O erro das candidaturas avulsas!

Como a ideia de candidaturas avulsas pode prejudicar a democracia.

Li por aí que a conversa de candidaturas avulsas está, de novo, em pauta no país. Desta vez tem alguma simpatia do STF e é defendida por setores da esquerda. Mas qual o perigo real deste tipo de iniciativa? A proposta, que alguns chamam de candidatura cidadã, é um completo movimento de desestruturação dos partidos políticos.

Quero começar com alguns pontos cruciais para este debate, ao passo que explicarei em seguida qual dificuldade maior em efetivar tal modelo. Hoje no Brasil os partidos políticos, como rege a constituição de 1988, são elementos indispensáveis para a disputa eleitoral e isto não é sem razão: a necessidade de cooperação entre os atores é o que proporcionou – no meio de toda a volatilidade que temos – a operação do nosso presidencialismo. É óbvio que os partidos não funcionam a contento, e parece bastante óbvio que suas regras de atuação geram enormes distorções no processo democrático. As lideranças partidárias que temos hoje na política são ecos de um século recheado de laços de parentesco, patrimonialismo, conchavos e todo o combo que os acompanha. Mas todo mundo já sabe disso.

A questão para mim parece ser: quais as bases do associativismo brasileiro? Em que termos construímos a atuação política para além do processo eleitoral. Se o ministro do supremo avalia que o abismo entre sociedade civil e sociedade política é enorme, não vai ser, nem com reza brava, que ele será diminuído via candidaturas avulsas.

Basta olhar para as figuras públicas “não-políticas” que o brasileiro cultivou e cultiva ao longo do tempo. Figuras midiáticas, apresentadores de televisão, jogadores de futebol, empresários, digitais influencers, sobreviventes de tragédia, sobreviventes de reality shows, escritores de autoajuda, mais empresários e por aí vai. A definição de indivíduo confiável, “cidadão de bem”, ou de reputação ilibada passa ao largo de atributos subjetivos que não tem qualquer relação com projeto político ou interesse público.

São adjetivos pessoais que remetem a ser bem-sucedido na esfera privada, e que se supõe ser eficiente na engrenagem representativa.
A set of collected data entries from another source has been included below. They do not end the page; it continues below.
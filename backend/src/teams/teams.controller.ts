import { Body, Controller, Delete, Get, HttpCode, Param, ParseUUIDPipe, Patch, Post } from '@nestjs/common';
import { CurrentUser, type AuthUser } from '../common/current-user.decorator';
import { ChangeRoleDto, TeamNameDto } from './dto/team.dto';
import type { Membership } from './membership.entity';
import { CurrentMembership, TeamRole } from './team-role.guard';
import type { MemberView, TeamView } from './team.view';
import { TeamsService } from './teams.service';

const uuid = new ParseUUIDPipe({ version: '4', errorHttpStatusCode: 404 });

/**
 * Who may call what (non-members get 404 on every `:teamId` route, lower roles 403):
 * - signed in: list my teams, create a team;
 * - viewer+: read the team and its members, leave (remove myself);
 * - owner: rename, delete, change roles, remove others.
 */
@Controller('teams')
export class TeamsController {
  constructor(private readonly teams: TeamsService) {}

  @Get()
  list(@CurrentUser() user: AuthUser): Promise<TeamView[]> {
    return this.teams.listMine(user.id);
  }

  @Post()
  create(@CurrentUser() user: AuthUser, @Body() dto: TeamNameDto): Promise<TeamView> {
    return this.teams.create(user, dto.name);
  }

  @Get(':teamId')
  @TeamRole('viewer')
  get(@CurrentMembership() membership: Membership): Promise<TeamView> {
    return this.teams.view(membership);
  }

  @Patch(':teamId')
  @TeamRole('owner')
  rename(@CurrentMembership() membership: Membership, @CurrentUser() user: AuthUser, @Body() dto: TeamNameDto): Promise<TeamView> {
    return this.teams.rename(membership, user, dto.name);
  }

  @Delete(':teamId')
  @TeamRole('owner')
  @HttpCode(204)
  remove(@CurrentMembership() membership: Membership, @CurrentUser() user: AuthUser): Promise<void> {
    return this.teams.delete(membership, user);
  }

  @Get(':teamId/members')
  @TeamRole('viewer')
  members(@CurrentMembership() membership: Membership): Promise<MemberView[]> {
    return this.teams.members(membership.team.id);
  }

  @Patch(':teamId/members/:userId')
  @TeamRole('owner')
  changeRole(
    @CurrentMembership() membership: Membership,
    @CurrentUser() user: AuthUser,
    @Param('userId', uuid) userId: string,
    @Body() dto: ChangeRoleDto,
  ): Promise<MemberView> {
    return this.teams.changeRole(membership.team.id, user, userId, dto.role);
  }

  /** Owners remove anyone; any member may remove themselves (leave the team). */
  @Delete(':teamId/members/:userId')
  @TeamRole('viewer')
  @HttpCode(204)
  removeMember(@CurrentMembership() membership: Membership, @CurrentUser() user: AuthUser, @Param('userId', uuid) userId: string): Promise<void> {
    return this.teams.removeMember(membership, user, userId);
  }
}
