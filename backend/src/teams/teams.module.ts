import { Module } from '@nestjs/common';
import { TeamAccessService } from './team-access.service';
import { TeamRoleGuard } from './team-role.guard';
import { TeamsController } from './teams.controller';
import { TeamsService } from './teams.service';

/**
 * Teams, memberships and roles. Exports TeamAccessService and TeamRoleGuard: import TeamsModule in
 * any feature whose data belongs to a team, then use `@TeamRole(...)` or `requireRole(...)`.
 */
@Module({
  controllers: [TeamsController],
  providers: [TeamsService, TeamAccessService, TeamRoleGuard],
  exports: [TeamsService, TeamAccessService, TeamRoleGuard],
})
export class TeamsModule {}
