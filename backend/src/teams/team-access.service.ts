import { ForbiddenException, Injectable, NotFoundException } from '@nestjs/common';
import { EntityManager } from '@mikro-orm/postgresql';
import { selectRows } from '../common/sql-reads';
import { Membership } from './membership.entity';
import { roleAtLeast, type TeamRole } from './team-role';

const UUID = /^[0-9a-f]{8}-[0-9a-f]{4}-[0-9a-f]{4}-[0-9a-f]{4}-[0-9a-f]{12}$/i;

/**
 * The one place that decides whether a person may act on a team's resources.
 *
 * Use it from any service that touches team-owned data (maps, pins, threads, viewing links):
 *
 * ```ts
 * const membership = await this.access.requireRole(map.team.id, user.id, 'editor');
 * ```
 *
 * - not a member (or no such team, or a malformed id) → 404 `team_not_found`: outsiders cannot
 *   even learn that the team or its resource exists, so look up the resource, then call this with
 *   its team and let the 404 stand for both;
 * - a member whose role is below `minimumRole` → 403 `insufficient_role`, naming the role needed;
 * - otherwise the membership (with its team loaded) is returned.
 *
 * For routes shaped `/teams/:teamId/...` the `@TeamRole('editor')` decorator does the same check
 * in a guard and hands the membership to the handler through `@CurrentMembership()`.
 */
@Injectable()
export class TeamAccessService {
  constructor(private readonly em: EntityManager) {}

  async requireRole(teamId: string, userId: string, minimumRole: TeamRole): Promise<Membership> {
    const membership = await this.findMembership(teamId, userId);
    if (!membership) throw teamNotFound();
    if (!roleAtLeast(membership.role, minimumRole)) {
      throw new ForbiddenException({
        statusCode: 403,
        code: 'insufficient_role',
        message: `This needs the ${minimumRole} role in ${membership.team.name}; you are ${article(membership.role)} ${membership.role}.`,
        requiredRole: minimumRole,
        role: membership.role,
      });
    }
    return membership;
  }

  /** The same answers as `requireRole`, from one plain statement (common/sql-reads.ts); loads no entities. */
  async requireRoleOnly(teamId: string, userId: string, minimumRole: TeamRole): Promise<TeamRole> {
    const rows = UUID.test(teamId) && UUID.test(userId)
      ? await selectRows<{ role: TeamRole }>(this.em, 'select role from memberships where team_id = ? and user_id = ?', [teamId.toLowerCase(), userId])
      : [];
    if (!rows[0]) throw teamNotFound();
    // A role too low is rare: let the entity path build its 403 with the team's name.
    if (!roleAtLeast(rows[0].role, minimumRole)) await this.requireRole(teamId, userId, minimumRole);
    return rows[0].role;
  }

  /** The membership, or null for non-members and malformed ids. Never throws for access reasons. */
  async findMembership(teamId: string, userId: string): Promise<Membership | null> {
    if (!UUID.test(teamId) || !UUID.test(userId)) return null;
    return this.em.findOne(Membership, { team: teamId.toLowerCase(), user: userId }, { populate: ['team'] });
  }
}

export function teamNotFound(): NotFoundException {
  return new NotFoundException({ statusCode: 404, code: 'team_not_found', message: 'No such team, or you are not a member of it.' });
}

function article(role: TeamRole): string {
  return role === 'owner' || role === 'editor' ? 'an' : 'a';
}
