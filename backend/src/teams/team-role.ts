/**
 * Roles of a team membership, from least to most powerful:
 * - viewer: reads the team's maps and pins, replies in pin threads;
 * - editor: also creates, edits and deletes maps and pins;
 * - owner:  also manages members, roles, invitations and the team itself.
 */
export const TEAM_ROLES = ['viewer', 'editor', 'owner'] as const;
export type TeamRole = (typeof TEAM_ROLES)[number];

const RANK: Record<TeamRole, number> = { viewer: 1, editor: 2, owner: 3 };

/** True when `role` grants at least what `minimum` grants. */
export function roleAtLeast(role: TeamRole, minimum: TeamRole): boolean {
  return RANK[role] >= RANK[minimum];
}
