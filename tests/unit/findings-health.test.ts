import { describe, expect, it } from "vitest";
import fc from "fast-check";
import { buildDigests, findingRefResolver, healthTrend, recordHealth, type BranchRecords, type DigestFinding } from "@coldtrail/core";

describe("record health", () => {
  it("is 100 with nothing open and says how it was computed", () => {
    expect(recordHealth({ open: { critical: 0, major: 0, minor: 0 }, recordsAudited: 540 })).toMatchObject({
      score: 100,
      points: 0,
      basis: 540,
    });
  });

  it("takes 10, 4 and 1 points per open critical, major and minor finding per 100 records", () => {
    const h = recordHealth({ open: { critical: 2, major: 3, minor: 1 }, recordsAudited: 600 });
    expect(h.points).toBe(33);
    expect(h.score).toBe(94.5); // 100 − 33 × 100 / 600
    expect(h.formula).toBe("100 − (10 × 2 + 4 × 3 + 1 × 1) × 100 ÷ 600 = 94.5");
  });

  it("counts at least 100 records so a tiny branch does not swing on one finding, and never goes below 0", () => {
    expect(recordHealth({ open: { critical: 1, major: 0, minor: 0 }, recordsAudited: 12 }).score).toBe(90);
    expect(recordHealth({ open: { critical: 30, major: 0, minor: 0 }, recordsAudited: 100 }).score).toBe(0);
  });

  it("never rises when another finding opens (property)", () => {
    fc.assert(
      fc.property(
        fc.nat(50),
        fc.nat(50),
        fc.nat(50),
        fc.integer({ min: 0, max: 5000 }),
        fc.constantFrom("critical", "major", "minor" as const),
        (c, M, m, n, extra) => {
          const before = recordHealth({ open: { critical: c, major: M, minor: m }, recordsAudited: n });
          const open = { critical: c, major: M, minor: m };
          open[extra] += 1;
          expect(recordHealth({ open, recordsAudited: n }).score).toBeLessThanOrEqual(before.score);
        },
      ),
    );
  });

  it("describes the trend since the last audit", () => {
    expect(healthTrend({ score: 90, open: 6 }, { score: 94.5, open: 3 })).toMatchObject({
      direction: "better",
      scoreChange: 4.5,
      openChange: -3,
    });
    expect(healthTrend({ score: 90, open: 6 }, { score: 88, open: 7 }).words).toBe("Worse: health -2, open findings +1");
    expect(healthTrend({ score: 90, open: 6 }, { score: 90, open: 6 }).words).toBe("No change");
  });
});

describe("daily digest", () => {
  const f = (id: number, dueOn: string | null, extra: Partial<DigestFinding> = {}): DigestFinding => ({
    id,
    branchId: 1,
    branchName: "Columbus",
    ruleId: "CT-EVAC-01",
    title: "Required evacuation level not reached",
    severity: "critical",
    state: "open",
    dueOn,
    assigneeId: null,
    ...extra,
  });

  it("lists findings due within 7 days or overdue, overdue first, to the people they belong to", () => {
    const digests = buildDigests(
      [
        f(1, "2026-12-20"),
        f(2, "2026-12-05", { assigneeId: 9 }),
        f(3, "2026-11-20"),
        f(4, "2026-12-03", { branchId: 2 }),
        f(5, "2026-11-01", { state: "closed" }),
        f(6, null),
      ],
      [
        { userId: 9, wholeOrganisation: false, managedBranchIds: [2] },
        { userId: 8, wholeOrganisation: false, managedBranchIds: [1] },
        { userId: 7, wholeOrganisation: true, managedBranchIds: [] },
        { userId: 6, wholeOrganisation: false, managedBranchIds: [3] },
      ],
      "2026-12-01",
    );
    expect(digests.get(9)?.map((l) => l.id)).toEqual([4, 2]); // unassigned in their branch + assigned to them
    expect(digests.get(8)?.map((l) => l.id)).toEqual([3]); // #2 is assigned to someone else
    expect(digests.get(7)?.map((l) => [l.id, l.overdue, l.daysLeft])).toEqual([
      [3, true, -11],
      [4, false, 2],
      [2, false, 4],
    ]);
    expect(digests.has(6)).toBe(false);
  });
});

describe("who a finding names", () => {
  const records: BranchRecords = {
    branch: { id: 1, name: "Columbus", timeZone: "America/New_York", massUnit: "lb_oz" },
    appliances: [],
    recoveryEquipment: [],
    cylinders: [],
    jobs: [
      {
        id: 10,
        kind: "charge",
        performedOn: "2026-09-12",
        technicianId: 5,
        applianceId: 3,
        equipmentId: null,
        refrigerant: "R-22",
        movements: [],
        evacuation: null,
        accessMethod: null,
        temporaryAccessRemoved: null,
        compressorOperating: null,
        additionExclusion: null,
        verification: null,
      },
      {
        id: 11,
        kind: "disposal",
        performedOn: "2026-04-22",
        technicianId: 6,
        applianceId: 4,
        equipmentId: null,
        refrigerant: "R-134a",
        movements: [],
        evacuation: null,
        accessMethod: null,
        temporaryAccessRemoved: null,
        compressorOperating: null,
        additionExclusion: null,
        verification: null,
      },
    ],
    technicians: [{ id: 7, name: "T", certifications: [{ id: 40, type: "universal", state: "pending" }] }],
    disposalRecords: [],
    disposalStatements: [],
    reclaimShipments: [],
    purchases: [],
    stockCounts: [],
    leakInspections: [],
    chronicLeakReports: [],
  };
  const refs = findingRefResolver(records);

  it("names the technician of a job, of a certification, and of the addition that started a leak", () => {
    expect(refs({ recordType: "job", recordId: 10, identityKey: "CT-REC-01:job:10", ruleId: "CT-REC-01" })).toEqual({
      technicianId: 5,
      applianceId: 3,
    });
    expect(refs({ recordType: "certification", recordId: 40, identityKey: "CT-CERT-02:certification:40", ruleId: "CT-CERT-02" })).toEqual({
      technicianId: 7,
      applianceId: null,
    });
    expect(refs({ recordType: "appliance", recordId: 3, identityKey: "CT-LEAK-02:appliance:3:2026-09-12", ruleId: "CT-LEAK-02" })).toEqual({
      technicianId: 5,
      applianceId: 3,
    });
  });

  it("names the technician of the disposal for disposal findings without a date", () => {
    expect(refs({ recordType: "appliance", recordId: 4, identityKey: "CT-DISP-02:appliance:4", ruleId: "CT-DISP-02" })).toEqual({
      technicianId: 6,
      applianceId: 4,
    });
    expect(refs({ recordType: "branch", recordId: 1, identityKey: "CT-BAL-01:branch:1:R-22", ruleId: "CT-BAL-01" })).toEqual({
      technicianId: null,
      applianceId: null,
    });
  });
});
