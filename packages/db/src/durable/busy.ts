import type { Knex } from "knex";

/**
 * Writers that wait instead of failing.
 *
 * SQLite allows one writer at a time. A transaction begun with plain `BEGIN` starts as a reader and
 * upgrades to a writer on its first write; when another connection (a second server instance, a
 * maintenance script, the digest) holds the write lock at that moment the upgrade fails at once with
 * SQLITE_BUSY — the busy timeout does not apply to a reader that must upgrade. So every transaction on
 * SQLite begins `BEGIN IMMEDIATE`: it takes the write lock up front, waiting up to the connection's
 * busy timeout, and is retried a few times more on SQLITE_BUSY before anything in it has run. A lock
 * that outlasts all of that becomes a `DatabaseBusyError`, which the app answers with 503 and
 * Retry-After (never a 500).
 *
 * PostgreSQL needs no twin: row locks wait, and its transactions start as they are.
 */

/** The database stayed locked by another writer for longer than the wait allows. Nothing was written. */
export class DatabaseBusyError extends Error {
  /** Seconds after which a retry is likely to succeed. */
  readonly retryAfterSeconds: number;
  constructor(cause?: unknown, retryAfterSeconds = 2) {
    super("The records are busy with another change; nothing was saved. Try again in a moment.");
    this.name = "DatabaseBusyError";
    this.retryAfterSeconds = retryAfterSeconds;
    if (cause !== undefined) (this as { cause?: unknown }).cause = cause;
  }
}

/**
 * True for a lock that did not come free in time: SQLite's SQLITE_BUSY family (and SQLITE_LOCKED), and
 * on PostgreSQL a lock timeout (55P03), a deadlock (40P01) or a serialization failure (40001).
 */
export function isBusyError(err: unknown): boolean {
  if (err instanceof DatabaseBusyError) return true;
  if (!err || typeof err !== "object" || !("code" in err)) return false;
  const code = String((err as { code: unknown }).code);
  return code.startsWith("SQLITE_BUSY") || code.startsWith("SQLITE_LOCKED") || code === "55P03" || code === "40P01" || code === "40001";
}

const sleep = (ms: number) => new Promise<void>((resolve) => setTimeout(resolve, ms));

export interface ImmediateOptions {
  /** Further attempts at BEGIN IMMEDIATE after the busy timeout ran out (default 2). */
  retries?: number;
  /** Pause before each further attempt, in ms (default 100, doubled each time, with jitter). */
  retryDelayMs?: number;
}

interface TransactionLike {
  begin: (conn: unknown) => Promise<unknown>;
  trxClient: { query: (conn: unknown, sql: string) => Promise<unknown> };
}

/**
 * Makes every top-level transaction of a SQLite knex handle begin IMMEDIATE (nested transactions
 * stay savepoints). Knex has no option for the BEGIN statement, so the client's `transaction` factory
 * is wrapped and the new transaction's `begin` replaced before it runs (it runs after the connection
 * is acquired, asynchronously).
 */
export function useImmediateTransactions(knex: Knex, opts: ImmediateOptions = {}): Knex {
  const retries = opts.retries ?? 2;
  const delay = opts.retryDelayMs ?? 100;
  // eslint-disable-next-line @typescript-eslint/no-explicit-any
  const client = knex.client as any;
  const original = client.transaction as (...args: unknown[]) => TransactionLike;
  client.transaction = function immediateTransaction(this: { transacting?: boolean }, ...args: unknown[]) {
    const trx = original.apply(this, args);
    trx.begin = async (conn: unknown) => {
      for (let attempt = 0; ; attempt += 1) {
        try {
          // The transaction's own `query` swallows errors into a rejection of the whole transaction;
          // its client's `query` throws, so a busy lock can be retried here.
          return await trx.trxClient.query(conn, "BEGIN IMMEDIATE;");
        } catch (err) {
          if (!isBusyError(err)) throw err;
          if (attempt >= retries) throw new DatabaseBusyError(err);
          await sleep(delay * 2 ** attempt * (0.5 + Math.random()));
        }
      }
    };
    return trx;
  };
  return knex;
}

/**
 * A write transaction: IMMEDIATE on SQLite (every transaction of a handle from `createDb` is), a
 * normal one on PostgreSQL. A busy lock surfaces as `DatabaseBusyError`.
 */
export async function writeTransaction<T>(db: Knex, fn: (trx: Knex.Transaction) => Promise<T>): Promise<T> {
  try {
    return await db.transaction(fn);
  } catch (err) {
    if (isBusyError(err) && !(err instanceof DatabaseBusyError)) throw new DatabaseBusyError(err);
    throw err;
  }
}
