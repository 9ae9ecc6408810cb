import "server-only";
import { SEVERITY_LABELS } from "@coldtrail/core";
import {
  collectDigests,
  insertFindingNotifications,
  listOrganisationIds,
  listUnsentFindingMail,
  markFindingMailSent,
  type Knex,
} from "@coldtrail/db";
import { appLink, mailHtml, sendMail } from "./mail";

/**
 * E-mail for the findings workflow. Writes create in-app notifications in the same transaction (the
 * outbox); after the commit these functions send each one as plain text + HTML with a link into the
 * app and mark it sent. A mail that cannot be sent stays unsent in the app and is logged.
 * In development and tests the mail goes to the local SMTP fake (caught mail: http://127.0.0.1:2580).
 */

const FOOTER = "You receive this because of your role in Coldtrail. Open the app to see the whole history.";

export async function deliverFindingMail(db: Knex, notificationIds: number[]): Promise<number> {
  if (notificationIds.length === 0) return 0;
  let sent = 0;
  for (const n of await listUnsentFindingMail(db, { ids: notificationIds })) {
    const href = appLink(n.link ?? "/findings");
    const paragraphs = n.body
      .split(/\n{2,}/)
      .map((p) => p.trim())
      .filter(Boolean);
    try {
      await sendMail({
        to: n.email,
        subject: n.title,
        text: [`Hello ${n.name},`, ...paragraphs, `Open it in Coldtrail: ${href}`, FOOTER].join("\n\n"),
        html: mailHtml({
          heading: n.title,
          paragraphs: [`Hello ${n.name},`, ...paragraphs, FOOTER],
          action: { label: "Open in Coldtrail", href },
        }),
      });
      await markFindingMailSent(db, { id: n.id });
      sent += 1;
    } catch (err) {
      console.error(`[mail] notification #${n.id} to ${n.email} was not sent`, err);
    }
  }
  return sent;
}

/** Sends after a write without holding up the response. */
export function deliverFindingMailLater(db: Knex, notificationIds: number[]): void {
  if (notificationIds.length === 0) return;
  setImmediate(() => {
    deliverFindingMail(db, notificationIds).catch((err: unknown) => console.error("[mail] findings mail failed", err));
  });
}

/**
 * The daily digest: to each person, the findings that are theirs and due within 7 days or overdue.
 * "Today" is the UTC calendar date; each person gets at most one digest a day. `onlyUserId` sends just
 * that person's digest (the "send me my digest now" button).
 */
export async function sendDailyDigests(
  db: Knex,
  opts: { now?: Date; onlyUserId?: number; organisationIds?: number[] } = {},
): Promise<{ sent: number; people: number }> {
  const now = opts.now ?? new Date();
  const today = now.toISOString().slice(0, 10);
  let sent = 0;
  let people = 0;
  for (const organisationId of opts.organisationIds ?? (await listOrganisationIds(db))) {
    for (const d of await collectDigests(db, { organisationId, today })) {
      if (opts.onlyUserId !== undefined && d.userId !== opts.onlyUserId) continue;
      people += 1;
      const overdue = d.lines.filter((l) => l.overdue).length;
      const title = `Coldtrail digest ${today}: ${overdue} overdue, ${d.lines.length - overdue} due within 7 days`;
      const lines = d.lines
        .slice(0, 50)
        .map(
          (l) =>
            `• ${l.overdue ? `OVERDUE since ${l.dueOn}` : l.daysLeft === 0 ? "Due today" : `Due ${l.dueOn} (in ${l.daysLeft} day${l.daysLeft === 1 ? "" : "s"})`} — ${SEVERITY_LABELS[l.severity]} — ${l.ruleId} ${l.title} — ${l.branchName} — ${appLink(`/findings/${l.id}`)}`,
        );
      if (d.lines.length > 50) lines.push(`… and ${d.lines.length - 50} more: ${appLink("/findings?due=overdue")}`);
      const body = [`These findings are yours to see through and are overdue or due within 7 days.`, lines.join("\n")].join("\n\n");
      const [id] = await db.transaction((trx) =>
        insertFindingNotifications(
          trx,
          organisationId,
          [{ userId: d.userId, kind: "finding_digest", title, body, link: "/findings?state=active&sort=due", subjectId: null }],
          now.toISOString(),
        ),
      );
      if (id === undefined) continue;
      try {
        await sendMail({
          to: d.email,
          subject: title,
          text: [`Hello ${d.name},`, body, `All your findings: ${appLink("/findings?state=active&sort=due")}`, FOOTER].join("\n\n"),
          html: mailHtml({
            heading: title,
            paragraphs: [
              `Hello ${d.name},`,
              "These findings are yours to see through and are overdue or due within 7 days.",
              ...d.lines
                .slice(0, 50)
                .map(
                  (l) =>
                    `${l.overdue ? `Overdue since ${l.dueOn}` : `Due ${l.dueOn}`} · ${SEVERITY_LABELS[l.severity]} · ${l.ruleId} ${l.title} · ${l.branchName} (finding #${l.id})`,
                ),
              FOOTER,
            ],
            action: { label: "Open your findings", href: appLink("/findings?state=active&sort=due") },
          }),
        });
        await markFindingMailSent(db, { id });
        sent += 1;
      } catch (err) {
        console.error(`[mail] digest to ${d.email} was not sent`, err);
      }
    }
  }
  return { sent, people };
}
Um erro colossal quando colocado em perspectiva sobre o que realmente precisamos para aprimorar o sistema político nacional.

Não desconfio que as pessoas que acreditem nesse projeto estejam mal-intencionadas, inclusive muita gente qualificada e com mandatos sérios, mas investir em aventuras como essas enfraquecem ainda mais o caminho tortuoso que temos pela frente. A eleição da extrema-direita, aliada ao problema gravíssimo de representação são combustíveis para o autoritarismo dos dias atuais. Mas não se resolve isto com iniciativas financiadas pelo setor empresarial (a exemplo de RenovaBR, Acredito, RAPS, e outros).

Este tipo de costura, à revelia dos partidos, só cria ressonância para crises políticas e falta de identificação da sociedade com o que a política realmente é. Para além disto, contribui muito pouco para o grau de institucionalidade que precisamos para ter estabilidade democrática.

Um tanto dessa crítica respinga sim no PSOL, como disse o professor Luis Felipe Miguel, de não conseguir, enquanto partido político, fortalecer-se enquanto partido, apostando fichas no personalismo de suas lideranças internas em vez de construir uma agenda clara para o eleitorado mais à esquerda. Essa é a missão dos partidos políticos nesse primeiro quarto de novo século: se colocar como baluartes (sempre quis usar essa palavra num texto) em tempos difíceis. O problema não é ter muitos ou poucos partidos, mas partidos que se diferenciem entre si. O termo “facção” caiu em desuso para se referir aos partidos políticos – e hoje ganhou um tom pejorativo e criminoso – mas é, na etimologia e na qualidade semântica, o que representa bem o sentido de “ser parte”, ou de “tomar partido”. Significa ter lado. E ninguém tem lado sozinho.

Hesaú Rômulo é cientista político e professor.